Stored data entries:
━━━━━━━━━━━━━━━━━━━━
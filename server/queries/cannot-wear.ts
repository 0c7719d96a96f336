import { rows } from "../lib/db";
import { groupBy } from "../lib/group-by";

/**
 * SQL: what was said last of a model is that this worker cannot wear it, and no fit was tested since. `worker`, `model` and
 * `date` are SQL.
 */
export const cannotWearOn = (worker: string, model: string, date: string): string =>
  `coalesce((SELECT r.kind = 'cannot-wear' AND NOT EXISTS (SELECT 1 FROM fit_tests t
       WHERE t.worker_id = r.worker_id AND t.model_id = r.model_id AND NOT t.is_void AND t.created_at > r.created_at)
     FROM protector_refusals r WHERE r.worker_id = ${worker} AND r.model_id = ${model} AND r.happened_on <= ${date}
     ORDER BY r.happened_on DESC, r.created_at DESC LIMIT 1), FALSE)`;

/** By worker the models that they can't wear. */
export async function cannotWear(
  workerIds: readonly string[],
  date: string,
): Promise<ReadonlyMap<string, ReadonlySet<string>>> {
  const found = await rows<{ workerId: string; modelId: string }>(
    `SELECT x.worker_id AS "workerId", x.model_id AS "modelId" FROM (SELECT DISTINCT worker_id, model_id FROM protector_refusals
       WHERE worker_id = ANY (CAST(:ids AS uuid[])) AND kind = 'cannot-wear' AND model_id IS NOT NULL) x
     WHERE ${cannotWearOn("x.worker_id", "x.model_id", "CAST(:date AS date)")}`,
    { ids: `{${workerIds.join(",")}}`, date },
  );
  return new Map(
    [...groupBy(found, ({ workerId }) => workerId)].map(([id, models]) => [
      id,
      new Set(models.map(({ modelId }) => modelId)),
    ]),
  );
}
━━━━━━━━━━━━━━━━━━━━
What the task requires: Make an exact transcription of the entries above.

Response to this exercise:
filename server/queries/cannot-wear.ts
repository 0c7719d96a96f336
import { rows } from "../lib/db";
import { groupBy } from "../lib/group-by";

/**
 * SQL: what was said last of a model is that this worker cannot wear it, and no fit was tested since. `worker`, `model` and
 * `date` are SQL.
 */
export const cannotWearOn = (worker: string, model: string, date: string): string =>
  `coalesce((SELECT r.kind = 'cannot-wear' AND NOT EXISTS (SELECT 1 FROM fit_tests t
       WHERE t.worker_id = r.worker_id AND t.model_id = r.model_id AND NOT t.is_void AND t.created_at > r.created_at)
     FROM protector_refusals r WHERE r.worker_id = ${worker} AND r.model_id = ${model} AND r.happened_on <= ${date}
     ORDER BY r.happened_on DESC, r.created_at DESC LIMIT 1), FALSE)`;

/** By worker the models that they can't wear. */
export async function cannotWear(
  workerIds: readonly string[],
  date: string,
): Promise<ReadonlyMap<string, ReadonlySet<string>>> {
  const found = await rows<{ workerId: string; modelId: string }>(
    `SELECT x.worker_id AS "workerId", x.model_id AS "modelId" FROM (SELECT DISTINCT worker_id, model_id FROM protector_refusals
       WHERE worker_id = ANY (CAST(:ids AS uuid[])) AND kind = 'cannot-wear' AND model_id IS NOT NULL) x
     WHERE ${cannotWearOn("x.worker_id", "x.model_id", "CAST(:date AS date)")}`,
    { ids: `{${workerIds.join(",")}}`, date },
  );
  return new Map(
    [...groupBy(found, ({ workerId }) => workerId)].map(([id, models]) => [
      id,
      new Set(models.map(({ modelId }) => modelId)),
    ]),
  );
}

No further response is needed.